As a threshold matter, the Court considered, as have other circuits weighing in on the same issue, the distinction between core and non-core proceedings. “In non-core proceedings,” explained the Court, “the bankruptcy court generally does not have discretion to deny enforcement of a valid prepetition arbitration agreement…. In core proceedings, by contrast, the bankruptcy court, at least when it sees a conflict with bankruptcy law, has discretion to deny enforcement of an arbitration agreement.” Id. at 1021 (citations omitted). This distinction is driven by the fact that non-core proceedings “are unlikely to present a conflict sufficient to override by implication the presumption in favor of arbitration, whereas core proceedings implicate more pressing bankruptcy concerns.” Id.(citations omitted). In this case, Continental filed a proof of claim for its state law breach of contract claim. Allowance or disallowance of a proof of claim is a core matter of the bankruptcy court. Moreover, Continental’s claim affected assets in the 524(g) trust and the rights of other creditors — the asbestos claimants. Therefore, it “directly impacted the administration of the bankruptcy estate,” and was a core matter in the bankruptcy.

But not all core bankruptcy proceedings conflict with arbitration to such a degree that would warrant a refusal to enforce an arbitration clause. Adopting a standard employed by other circuits,2 the Court explained that “a bankruptcy court has discretion to decline to enforce an otherwise applicable arbitration provision only if arbitration would conflict with the underlying purposes of the Bankruptcy Code.” Id. at 1021. The Court agreed with the bankruptcy court’s determination that resolving Continental’s claim in any forum other than a bankruptcy court would “conflict with fundamental bankruptcy policy,” since the claim was “inextricably intertwined” with the bankruptcy and required a determination of whether “the manner in which someone has administered a bankruptcy estate gives rise to a claim for damages,” a determination which should only be made by a bankruptcy court. Id. at 1022.

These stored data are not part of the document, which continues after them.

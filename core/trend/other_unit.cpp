// SPDX-License-Identifier: GPL-3.0-or-later
#include "core/trend/other_unit.h"

#include "core/reading/typed_box.h"

#include <algorithm>
#include <array>
#include <charconv>
#include <cmath>
#include <vector>

namespace evenstroke {
namespace {

/// How near the value must come, and how far apart two units must be to be told from a change of the engine.
/// Invented.
constexpr double near_enough = 0.05, units_apart = 1.5;
/// Beside a unit that comes near enough, others are named that would do as well. Invented.
constexpr double near_enough_beside = 0.10;
constexpr double same_unit = 1e-6;

double apart(double value, double reference)
{
    return std::abs(value / reference - 1.0);
}

/// "7.06": three digits are enough to compare by eye.
std::string short_number(double number)
{
    std::array<char, 40> buffer{};
    const auto written = std::to_chars(buffer.data(), buffer.data() + buffer.size(), number,
                                       std::abs(number) >= 1000.0 ? std::chars_format::fixed
                                                                  : std::chars_format::general,
                                       std::abs(number) >= 1000.0 ? 0 : 3);
    return written.ec == std::errc{} ? std::string(buffer.data(), written.ptr) : std::string();
}

struct Candidate
{
    UnitId id;
    double would_be; ///< in the quantity's own unit
};

/// Every other unit of the quantity in which the number would be plausible, nearest to the reference first.
std::vector<Candidate> fitting_units(const Value& value, double reference)
{
    const Quantity& meant = quantity(value.quantity);
    std::vector<Candidate> candidates;
    for (const WrittenUnit& written : possible_units(value.quantity)) {
        if (written.kind != meant.kind || written.id == value.unit ||
            unit(written.id).dimension != unit(meant.unit).dimension)
            continue;
        const double would_be = unit(meant.unit).from_si(unit(written.id).to_si(*value.number));
        const bool twice = std::any_of(candidates.begin(), candidates.end(), [&](const Candidate& one) {
            return apart(one.would_be, would_be) < same_unit; // kilopascal and the like under another name
        });
        if (!twice && apart(would_be, reference) <= near_enough_beside)
            candidates.push_back({written.id, would_be});
    }
    std::stable_sort(candidates.begin(), candidates.end(), [&](const Candidate& a, const Candidate& b) {
        return apart(a.would_be, reference) < apart(b.would_be, reference);
    });
    if (!candidates.empty() && apart(candidates.front().would_be, reference) > near_enough)
        candidates.clear();
    return candidates;
}

} // namespace

std::optional<OtherUnit> guess_other_unit(const Value& value, double own, double reference,
                                          const std::string& reference_words)
{
    const Quantity& meant = quantity(value.quantity);
    const bool own_kind = value.kind == PressureKind::none || value.kind == meant.kind;
    if (!value.number || value.place.kind == Place::Kind::ship || !own_kind || own == 0.0 ||
        !(own / reference > 0.0) || !std::isfinite(own / reference))
        return std::nullopt;
    const double ratio = own / reference;
    if (ratio < units_apart && ratio > 1.0 / units_apart)
        return std::nullopt;
    const std::vector<Candidate> candidates = fitting_units(value, reference);
    if (candidates.empty())
        return std::nullopt;
    const std::string typed = value.typed.empty() ? short_number(*value.number) : value.typed;
    const std::string own_symbol = " " + std::string(unit(meant.unit).symbol);
    const auto in_other = [&](const Candidate& one) { return typed + " " + std::string(unit(one.id).symbol); };
    std::string would_be;
    for (const Candidate& one : candidates)
        would_be += (would_be.empty() ? "" : ", ") + in_other(one) + " would be " + short_number(one.would_be) + own_symbol;
    OtherUnit found;
    found.suggestion = in_other(candidates.front());
    if (candidates.size() > 1)
        found.second = in_other(candidates[1]);
    found.sentence = "In another unit? " + typed + " " + std::string(unit(value.unit).symbol) + " stands here; " + would_be +
                     ", " + reference_words + " " + short_number(reference) + own_symbol + ". Look at the gauge's face.";
    return found;
}

} // namespace evenstroke
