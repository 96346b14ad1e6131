// SPDX-License-Identifier: GPL-3.0-or-later
#pragma once

#include "core/trend/drift.h"
#include "core/trend/judgement.h"

/// What people said of flags, brought to the drift method and to the flags it raised.
namespace evenstroke {

/// Answers to questions: "no work was done" takes the supposed work back. "Work was done" is an event, not a note.
std::vector<drift::Answer> answers_from_notes(const EngineRecord& record);

/// Gives each flag what was last said of it. A flag that was seen comes up again where its evidence has since
/// grown by a whole unit, or its level has risen.
void add_notes(Judgement& judgement);

} // namespace evenstroke
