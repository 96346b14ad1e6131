// SPDX-License-Identifier: GPL-3.0-or-later
#include "core/trend/second_opinions.h"

#include "core/trend/control_charts.h"
#include "core/trend/drift_input.h"

#include <numeric>

namespace evenstroke {
namespace {

struct Series
{
    std::vector<double> months, values;
    std::vector<std::size_t> readings;
};

/// Usable values of the present stretch.
Series series_of(const Judgement& judgement, const Trend& trend)
{
    Series series;
    const bool cylinder = trend.place.kind == Place::Kind::cylinder;
    for (const TrendPoint& point : trend.points) {
        const auto value = cylinder ? point.apart : point.deviation;
        if (!value || point.unsteady || point.doubtful || point.stretch != trend.points.back().stretch)
            continue;
        series.months.push_back(months_of(judgement.record->readings.at(point.reading).taken_at.utc));
        series.values.push_back(*value);
        series.readings.push_back(point.reading);
    }
    return series;
}

void ask_charts(const Series& series, double noise, SecondOpinions& opinions)
{
    if (series.values.size() <= values_of_reference || !(noise > 0.0))
        return;
    opinions.charted = true;
    const auto begin = series.values.begin(), after = begin + static_cast<std::ptrdiff_t>(values_of_reference);
    const double target = std::accumulate(begin, after, 0.0) / static_cast<double>(values_of_reference);
    const std::span<const double> later = std::span(series.values).subspan(values_of_reference);
    const auto reading_of = [&](const std::optional<std::size_t>& alarm) {
        return alarm ? std::optional(series.readings[values_of_reference + *alarm]) : std::nullopt;
    };
    if (const auto chart = drift::ewma_chart(later, ewma_weight, target, noise, ewma_factor))
        opinions.ewma_alarm = reading_of(chart->alarm);
    if (const auto chart = drift::cusum_chart(later, target, cusum_slack * noise, cusum_decision * noise))
        opinions.cusum_alarm = reading_of(chart->alarm);
}

} // namespace

SecondOpinions second_opinions(const Judgement& judgement, QuantityId id, Place place)
{
    SecondOpinions opinions;
    opinions.fixed = fixed_limit_opinion(judgement, id, place);
    const Trend* trend = judgement.find_trend(id, place);
    if (!trend || trend->points.empty())
        return opinions;
    const Series series = series_of(judgement, *trend);
    opinions.values = series.values.size();
    opinions.slope = drift::theil_sen(series.months, series.values);
    opinions.order = drift::mann_kendall(series.values);
    ask_charts(series, trend->noise.value_or(0.0), opinions);
    return opinions;
}

} // namespace evenstroke
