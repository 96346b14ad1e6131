// SPDX-License-Identifier: GPL-3.0-or-later
#pragma once

#include "core/trend/judgement.h"

#include <optional>
#include <string>
#include <vector>

/// A second opinion that is only shown: the customary fixed distance of one cylinder from the mean of the others. It
/// knows nothing of lasting differences between cylinders, so it speaks often without cause (about five times a year on
/// a sound engine in simulations) and raises no flag here.
namespace evenstroke {

struct FixedLimitOpinion
{
    double limit = 0.0;     ///< in `unit`, either way
    double own_limit = 0.0; ///< the same in the quantity's own unit, at the newest reading
    std::string unit;       ///< "bar", "°C", "%"
    bool percent = false;   ///< of the mean of the others
    std::string source;
    std::vector<std::size_t> began; ///< readings at which it would have begun to speak, in order
    std::size_t beyond = 0; ///< readings beyond it
    bool now = false;       ///< the newest reading of this cylinder is beyond it
};

/// Nothing where there is no custom for the quantity, the place is no cylinder, or it has no trend.
std::optional<FixedLimitOpinion> fixed_limit_opinion(const Judgement& judgement, QuantityId quantity, Place place);

} // namespace evenstroke
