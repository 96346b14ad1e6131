// SPDX-License-Identifier: GPL-3.0-or-later
#include "core/trend/conditions.h"

#include "core/reading/fitting_unit.h"
#include "core/reading/typed_number.h"
#include "core/reading/quantity_names.h"
#include "core/reference/fuel.h"

#include <cmath>

namespace evenstroke {
namespace {

constexpr double pascals_in_bar = 1e5;

/// Gauge and absolute differ by the barometer of the reading; everything else keeps its number.
double kind_shift_si(PressureKind typed, PressureKind own, double barometer_bar)
{
    if (typed == PressureKind::absolute && own == PressureKind::gauge)
        return -barometer_bar * pascals_in_bar;
    if (typed == PressureKind::gauge && own == PressureKind::absolute)
        return barometer_bar * pascals_in_bar;
    return 0.0;
}

/// Mass flow of a volume meter, kg/s per m³/s: density at 15 °C taken to the temperature at the meter.
std::optional<double> density_at_meter(const Conditions& conditions)
{
    if (!conditions.fuel_density_15)
        return std::nullopt;
    const Density at_15 = *conditions.fuel_density_15 * si::kilogrammes_per_cubic_metre;
    if (!conditions.fuel_temperature)
        return std::nullopt;
    const auto density = density_at_temperature(at_15, celsius(*conditions.fuel_temperature));
    if (!density.has_value())
        return std::nullopt;
    return density.value().value();
}

std::optional<double> single(const Reading& reading, std::string_view name, const Conditions& conditions)
{
    return engine_mean(reading, name, conditions);
}

} // namespace

std::optional<OwnValue> own_value(const Value& value, const Conditions& conditions)
{
    if (!value.value_si || !value.number)
        return std::nullopt;
    const Quantity& q = quantity(value.quantity);
    const Unit& typed = unit(value.unit);
    const Unit& own = unit(q.unit);
    double factor = 1.0;
    if (typed.dimension == Dimension::volume_flow && own.dimension == Dimension::mass_flow) {
        const auto density = density_at_meter(conditions);
        if (!density)
            return std::nullopt;
        factor = *density;
    } else if (!converts_by_si(q, typed.dimension)) {
        return std::nullopt; // rack millimetres are no per cent
    }
    OwnValue result;
    const double shift = kind_shift_si(value.kind, q.kind, conditions.barometer_or_one_bar());
    // The same unit needs no way through SI: the value stays as typed, to the last digit.
    result.value = value.unit == q.unit && shift == 0.0 ? *value.number : own.from_si(*value.value_si * factor + shift);
    result.scale = typed.dimension == Dimension::wind_force ? 0.0 : typed.factor * factor / own.factor;
    result.shift = (typed.offset * factor + shift - own.offset) / own.factor;
    result.outside_hard = (q.hard.low && result.value < *q.hard.low) || (q.hard.high && result.value > *q.hard.high);
    return result;
}

std::optional<double> engine_mean(const Reading& reading, std::string_view name, const Conditions& conditions)
{
    const auto wanted = find_quantity(name);
    if (!wanted)
        return std::nullopt;
    double sum = 0.0;
    int count = 0;
    for (const Value& value : reading.values) {
        if (value.phase != Phase::reading || first_of_its_name(value.quantity) != *wanted)
            continue;
        const Quantity& q = quantity(value.quantity);
        if (value.place.kind == Place::Kind::cylinder && q.per != Place::Kind::cylinder)
            continue;
        const auto own = own_value(value, conditions);
        if (!own || own->outside_hard)
            continue;
        if (value.place.kind == Place::Kind::engine)
            return own->value;
        sum += own->value;
        ++count;
    }
    if (count == 0)
        return std::nullopt;
    return sum / count;
}

Conditions find_conditions(const Engine& engine, const Reading& reading)
{
    Conditions c;
    const auto barometer = single(reading, "barometric_pressure", c);
    if (barometer)
        c.barometer = *barometer / 1000.0;
    c.inlet_air = single(reading, "inlet_air_temperature", c);
    c.cooler_coolant = single(reading, "cooler_coolant_inlet_temperature", c);
    c.heating_value = single(reading, "fuel_lower_heating_value", c);
    c.fuel_density_15 = single(reading, "fuel_density_15", c);
    c.fuel_temperature = single(reading, "fuel_temperature", c);
    c.shaft_power = single(reading, "shaft_power", c);
    c.mode = words_of(reading, "mode");
    c.load_percent = single(reading, "load_percent", c);
    if (!c.load_percent && c.shaft_power && engine.rated_power.value() > 0.0) {
        c.load_percent = 100.0 * *c.shaft_power * 1000.0 / engine.rated_power.value();
        c.load_from_power = true;
    }
    return c;
}

} // namespace evenstroke
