// SPDX-License-Identifier: GPL-3.0-or-later
#pragma once

#include <algorithm>
#include <cmath>
#include <cstddef>
#include <optional>
#include <span>
#include <vector>

/// Medians, which one odd value in a short row cannot move.
namespace evenstroke::drift {

/// 1.4826 times the median of |x| estimates the sigma of a normal x (1 / 0.67449, its upper quartile).
inline constexpr double median_to_sigma = 1.4826;

/// Median of values in ascending order; the mean of the two middle ones for an even count. Not for an empty
/// span.
inline double median_of_sorted(std::span<const double> sorted)
{
    const std::size_t half = sorted.size() / 2;
    return sorted.size() % 2 != 0 ? sorted[half] : 0.5 * (sorted[half - 1] + sorted[half]);
}

/// Median; the mean of the two middle ones for an even count. Reorders what it is given. Not for an empty
/// span.
inline double median_in_place(std::span<double> values)
{
    constexpr std::size_t few = 16; // so few are sorted faster than selected from
    if (values.size() <= few) {
        for (std::size_t i = 1; i < values.size(); ++i) {
            const double moved = values[i];
            std::size_t to = i;
            for (; to > 0 && values[to - 1] > moved; --to)
                values[to] = values[to - 1];
            values[to] = moved;
        }
        return median_of_sorted(values);
    }
    const auto middle = values.begin() + static_cast<std::ptrdiff_t>(values.size() / 2);
    std::nth_element(values.begin(), middle, values.end());
    if (values.size() % 2 != 0)
        return *middle;
    return 0.5 * (*middle + *std::max_element(values.begin(), middle));
}

inline std::optional<double> median(std::vector<double> values)
{
    if (values.empty())
        return std::nullopt;
    return median_in_place(values);
}

/// Pulls `value` into the band of `reach` around `centre`.
inline double pull_in(double value, double centre, double reach)
{
    return centre + std::clamp(value - centre, -reach, reach);
}

} // namespace evenstroke::drift
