// SPDX-License-Identifier: GPL-3.0-or-later
#include "core/trend/usual_level.h"

#include <algorithm>

namespace evenstroke {

std::optional<UsualLevel> usual_level(const Judgement& judgement, std::size_t reading, QuantityId quantity, Place place)
{
    const Trend* trend = judgement.find_trend(quantity, place);
    if (!trend || !trend->usual_low || !trend->usual_high)
        return std::nullopt;
    const auto point = std::find_if(trend->points.begin(), trend->points.end(),
                                    [&](const TrendPoint& one) { return one.reading == reading; });
    if (point == trend->points.end() || point->stretch != trend->points.back().stretch)
        return std::nullopt;
    const auto& value = place.kind == Place::Kind::cylinder ? point->apart : point->deviation;
    if (!value)
        return std::nullopt;
    return UsualLevel{*value, *trend->usual_low, *trend->usual_high};
}

} // namespace evenstroke
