// SPDX-License-Identifier: GPL-3.0-or-later
#include "core/trend/flag_notes.h"

#include <algorithm>

namespace evenstroke {
namespace {

/// Growth of the evidence that brings a flag that was seen up again: one standard deviation (common practice, no source).
constexpr double new_evidence = 1.0;

/// The newest note on what this reading raised at this subject, unless it was withdrawn.
const FlagNote* last_note(const std::vector<FlagNote>& notes, const Place& subject, TimePoint flagged_at)
{
    const FlagNote* last = nullptr;
    for (const FlagNote& note : notes)
        if (note.subject == subject && note.flagged_at == flagged_at)
            last = &note;
    return last && last->said != FlagNote::Said::withdrawn ? last : nullptr;
}

} // namespace

std::vector<drift::Answer> answers_from_notes(const EngineRecord& record)
{
    std::vector<drift::Answer> answers;
    for (std::size_t i = 0; i < record.readings.size(); ++i)
        for (int cylinder = 1; cylinder <= record.engine.cylinders; ++cylinder) {
            const FlagNote* note =
                last_note(record.notes, Place::cylinder(cylinder), record.readings[i].taken_at.utc);
            if (note && note->said == FlagNote::Said::no_work)
                answers.push_back({i, static_cast<std::size_t>(cylinder) - 1, false});
        }
    return answers;
}

void add_notes(Judgement& judgement)
{
    const EngineRecord& record = *judgement.record;
    for (Flag& flag : judgement.flags) {
        if (flag.reading >= record.readings.size())
            continue;
        const FlagNote* note = last_note(record.notes, flag.subject, record.readings[flag.reading].taken_at.utc);
        if (!note)
            continue;
        flag.note = *note;
        flag.reopened = note->said == FlagNote::Said::seen &&
                        (flag.evidence >= note->evidence + new_evidence || flag.level_now > note->level);
    }
}

} // namespace evenstroke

Continental’s claim is a challenge to Thorpe’s efforts to seek relief under Section 524(g) and seek confirmation of a 524(g) plan. Congress intended § 524(g) to serve as a mechanism for bankruptcy courts to oversee complex asbestos-related cases, which involve multiple insurers and numerous asbestos claimants. A claim that impacts the bankruptcy proceeding at that level must be resolved in the bankruptcy court, not in arbitration. Arbitration, explained the Court, would conflict with congressional intent, because it would “so fracture the plan confirmation process that one could never say for sure when it could be brought to conclusion for the benefit of the debtor and all creditors. To a certainty, in such a case the bankruptcy court would lose control over the timing of the reorganization because it would not have control over the timing of the arbitrations.” Id. at 1023.

While this opinion, a matter of first impression in the Ninth Circuit, is consistent with other circuit courts that have considered this issue, it serves as a stark reminder that even artfully worded arbitration clauses may be struck down by a bankruptcy court under certain circumstances. When drafting or faced with an arbitration clause, management and practitioners alike would be wise to consult knowledgeable bankruptcy counsel about the implications such clause may ultimately have.


1 9 U.S.C. § 1 et seq.

2 Applying similar tests, other circuit courts have found grounds to override arbitration clauses in some cases. See, e.g., In re White Mountain Mining, 403 F.3d 164 (4th Cir. 2005); In re U.S. Lines, Inc., 197 F.3d 631(2d Cir. 1999); In re Nat’l Gypsum,118 F.3d 1056 (5th Cir. 1997). In other circumstances, courts have found that there was no ground for refusing to enforce an arbitration clause. See, e.g., In re Elec. Mach. Enters., 479 F.3d 791, 796 (11th Cir. 2007); In re Mintze, 434 F.3d 222 (3d Cir. 2006).